You are cracking me up man. I dont think you are understanding what I am trying to tell you.
Oh well I tried


----------



## symmetrical (Feb 6, 2013)

Dj-ElectriC said:


> Lemme be rude and say this CPU should be priced at 39$



And if it was $39, you would probably say "Lemme be rude and say this CPU should be priced at $29"


----------



## suraswami (Feb 7, 2013)

I would definitely buy one if I decide to sell my perfect working X2 4800 AM2 from my media center, which is still fast for what PC is intended for.

oh wait I have a PII 555 that unlocks to X4 and works fine @ 3.8 perfect all day sleeping in my closet, a X2 240e sleeping.

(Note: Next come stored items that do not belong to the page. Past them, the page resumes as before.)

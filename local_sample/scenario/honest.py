"""The honest web of the coast: institutions, businesses, people, directories and far-away giants."""

from dataclasses import dataclass

import numpy as np

from scenario.settings import Settings
from scenario.web import (
    REL_SHARES,
    RELS,
    FloatArray,
    IntArray,
    Web,
    WeightedGroups,
    choose,
    draw_words,
    power_law,
)
from scenario.words import (
    ADJECTIVES,
    DEPARTMENTS,
    OFFICES,
    PAPERS,
    PEOPLE,
    PURSUITS,
    TOWNS,
    TRADES,
)


@dataclass(frozen=True, kw_only=True)
class Kind:
    """One kind of honest host: how many at scale 1, how many of them link, how much, how well liked."""

    name: str
    hosts: int
    linking_share: float
    fewest_links: int
    appeal: float


# Slices of the core, each an institution's kind of its own.
SLICES = ("universities", "councils", "libraries", "press", "museums", "schools")
KINDS = (
    Kind(name="universities", hosts=160, linking_share=0.95, fewest_links=14, appeal=12.0),
    Kind(name="councils", hosts=192, linking_share=0.95, fewest_links=12, appeal=9.0),
    Kind(name="libraries", hosts=110, linking_share=0.95, fewest_links=16, appeal=6.0),
    Kind(name="press", hosts=80, linking_share=0.95, fewest_links=18, appeal=14.0),
    Kind(name="museums", hosts=90, linking_share=0.9, fewest_links=10, appeal=6.0),
    Kind(name="schools", hosts=240, linking_share=0.85, fewest_links=8, appeal=3.0),
    Kind(name="shops", hosts=6600, linking_share=0.1, fewest_links=4, appeal=1.0),
    Kind(name="companies", hosts=2700, linking_share=0.2, fewest_links=6, appeal=1.5),
    Kind(name="guesthouses", hosts=900, linking_share=0.15, fewest_links=4, appeal=1.0),
    Kind(name="clubs", hosts=1700, linking_share=0.4, fewest_links=8, appeal=1.2),
    Kind(name="hobbies", hosts=1400, linking_share=0.55, fewest_links=10, appeal=1.2),
    Kind(name="blogs", hosts=1600, linking_share=0.7, fewest_links=12, appeal=1.2),
    Kind(name="directories", hosts=10, linking_share=1.0, fewest_links=250, appeal=25.0),
    Kind(name="giants", hosts=12, linking_share=0.5, fewest_links=5, appeal=300.0),
)
# Where a link goes: a place in the same town, one of the same circle, or whatever is well liked anywhere. The
# circle of an institution or a business is its kind; private people link much more within theirs.
TOWN_SHARE, CIRCLE_SHARE = 0.4, 0.25
PRIVATE_KINDS = ("clubs", "hobbies", "blogs")
PRIVATE_TOWN_SHARE, PRIVATE_CIRCLE_SHARE = 0.15, 0.65
PRIVATE_CIRCLES = 32
# Scales every out-degree, so that the sample comes to about 150,000 rows.
LINKS_FACTOR = 1.3


@dataclass(frozen=True, kw_only=True)
class HonestWeb:
    """What other parts need to know: hosts by kind, the town of each and who links.

    `town` and `appeal` are (n_honest,), by host number; `linkers` are the hosts that have out-links.
    """

    by_kind: dict[str, IntArray]
    town: IntArray
    appeal: FloatArray
    linkers: IntArray

    @property
    def hubs(self) -> IntArray:
        """Well-liked places that anyone might link to."""
        return np.concatenate([self.by_kind[kind] for kind in ("universities", "press", "giants")])

    def people(self) -> IntArray:
        """Linking hosts of private persons and clubs, (m,)."""
        personal = np.concatenate([self.by_kind[kind] for kind in PRIVATE_KINDS])
        return np.intersect1d(personal, self.linkers)


def plant(web: Web, settings: Settings) -> HonestWeb:
    """Plant the honest hosts and the links between them; must come first, so that numbers run from 0."""
    rng = settings.random("honest hosts")
    by_kind: dict[str, IntArray] = {}
    towns, appeals, linking, fewest = [], [], [], []
    for kind in KINDS:
        count = settings.scaled(kind.hosts, at_least=6)
        # Zipf's law for the sizes of towns.
        share = np.cumsum(1.0 / np.arange(1, len(TOWNS) + 1))
        town = np.searchsorted(share / share[-1], rng.random(count), side="right").clip(max=len(TOWNS) - 1)
        by_kind[kind.name] = web.add_hosts(_names(kind.name, town, rng))
        towns.append(town)
        appeals.append(kind.appeal * power_law(rng.random(count), 1.15, 400.0))
        linking.append(rng.random(count) < kind.linking_share)
        fewest.append(np.full(count, kind.fewest_links))
    town, appeal = np.concatenate(towns), np.concatenate(appeals)
    linkers = np.flatnonzero(np.concatenate(linking))
    honest = HonestWeb(by_kind=by_kind, town=town, appeal=appeal, linkers=linkers)
    degree = np.floor(
        np.concatenate(fewest)[linkers] * power_law(rng.random(len(linkers)), 1.9, 60.0) * LINKS_FACTOR
    ).astype(np.int64)
    _link_by_liking(web, honest, np.repeat(linkers, np.maximum(degree, 1)), settings)
    _link_within_domains(web, honest, settings)
    _plant_chains(web, honest, settings)
    return honest


def _names(kind: str, town_numbers: IntArray, rng: np.random.Generator) -> list[str]:
    """Names of one kind, one a town number."""
    count = len(town_numbers)
    town = [TOWNS[number] for number in town_numbers.tolist()]
    adjective = draw_words(rng, ADJECTIVES, count)
    first = draw_words(rng, PEOPLE, count)
    pursuit, trade = draw_words(rng, PURSUITS, count), draw_words(rng, TRADES, count)
    prefix = draw_words(rng, ("", "", "www."), count)
    department, office = draw_words(rng, DEPARTMENTS, count), draw_words(rng, OFFICES, count)
    paper = draw_words(rng, PAPERS, count)
    rows = zip(town, adjective, first, pursuit, trade, prefix, department, office, paper, strict=True)
    # All institutions of a town share a few domains, hence the locality of their links.
    patterns = {
        "universities": "{6}.{0}.ac.example",
        "councils": "{7}.{0}.gov.example",
        "libraries": "{1}.{0}-libraries.org.example",
        "press": "{5}{0}-{8}.co.example",
        "museums": "{5}{3}-museum-{0}.org.example",
        "schools": "{1}-school.{0}.sch.example",
        "shops": "{5}{1}-{4}-{0}.co.example",
        "companies": "{5}{1}{4}.example",
        "guesthouses": "{1}-house-{0}.co.example",
        "clubs": "{5}{0}-{3}.org.example",
        "hobbies": "{3}.{2}-{1}.example",
        "blogs": "{2}-in-{0}.example",
        "directories": "{5}{1}-directory.example",
        "giants": "{5}{1}wave.test",
    }
    return [patterns[kind].format(*row) for row in rows]


def _circles(honest: HonestWeb, rng: np.random.Generator) -> IntArray:
    """The circle of each honest host, (n_honest,): its kind's number, or one of the private circles."""
    kinds = honest.by_kind.items()
    kind = np.concatenate([np.full(len(hosts), number) for number, (_, hosts) in enumerate(kinds)])
    private = np.concatenate([np.full(len(hosts), name in PRIVATE_KINDS) for name, hosts in kinds])
    # Squaring makes the first circles the crowded ones; the last are small, and the core knows few of them.
    circle = np.floor(PRIVATE_CIRCLES * rng.random(len(kind)) ** 2).astype(np.int64)
    return np.where(private, len(honest.by_kind) + circle, kind)


def _link_by_liking(web: Web, honest: HonestWeb, sources: IntArray, settings: Settings) -> None:
    """Each source links to a place of its town, of its circle, or to what is well liked anywhere."""
    rng = settings.random("honest links")
    circle = _circles(honest, rng)
    private = circle[sources] >= len(honest.by_kind)
    town_below = np.where(private, PRIVATE_TOWN_SHARE, TOWN_SHARE)
    circle_below = town_below + np.where(private, PRIVATE_CIRCLE_SHARE, CIRCLE_SHARE)
    uniform, mode = rng.random(len(sources)), rng.random(len(sources))
    anywhere = np.zeros(len(circle), dtype=np.int64)
    # Far-away giants belong to no town.
    town = np.where(circle == len(honest.by_kind) - 1, len(TOWNS), honest.town)
    destination = np.where(
        mode < town_below,
        WeightedGroups(town, honest.appeal).draw(honest.town[sources], uniform),
        np.where(
            mode < circle_below,
            WeightedGroups(circle, honest.appeal).draw(circle[sources], uniform),
            WeightedGroups(anywhere, honest.appeal).draw(anywhere[sources], uniform),
        ),
    )
    rel = np.searchsorted(np.cumsum(REL_SHARES), rng.random(len(sources))).clip(max=len(RELS) - 1)
    web.add_links(sources, destination, rel)


def _link_within_domains(web: Web, honest: HonestWeb, settings: Settings) -> None:
    """Offices and departments of one domain link to each other, as site navigation does."""
    rng = settings.random("domain links")
    for kind in ("universities", "councils", "libraries", "schools"):
        hosts = honest.by_kind[kind]
        for town in np.unique(honest.town[hosts]).tolist():
            members = hosts[honest.town[hosts] == town][:40]
            source, destination = (side.ravel() for side in np.meshgrid(members, members))
            kept = (source != destination) & (rng.random(len(source)) < 0.25)
            web.add_links(source[kept], destination[kept])


def _plant_chains(web: Web, honest: HonestWeb, settings: Settings) -> None:
    """Two logs of voyages, a host a day, each linking to the next; and hosts that link to themselves."""
    rng = settings.random("chains")
    for ship in ("eddy", "windrose"):
        days = settings.scaled(60, at_least=12)
        chain = web.add_hosts([f"day{day}.{ship}-log.example" for day in range(1, days + 1)], shape="chain")
        web.add_links(chain[:-1], chain[1:])
        if ship == "eddy":
            web.add_links(choose(rng, honest.people(), 1), chain[:1])
    alone = web.add_hosts(
        [f"alone{number}.example" for number in range(settings.scaled(30))], shape="isolated"
    )
    web.add_links(alone, alone)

hmm if MC sells this as a combo I might get one just for kicks!


----------



## sergionography (Feb 7, 2013)

Fourstaff said:


> Currently we have 8350 for AM3+, and 3770K for 1155. We might/might not get Steamroller on AM3+, or we might get Steamroller but not compatible with some of the current boards. What we can say for certainty is that 3770K is better than 8350 in almost all metric, which doesn't really say much about AM3+'s upgrability (unless you count the possibility of Steamroller).
> 
> Multithreaded apps are still currently the small minority, 1155 is usually better for most consumer tasks.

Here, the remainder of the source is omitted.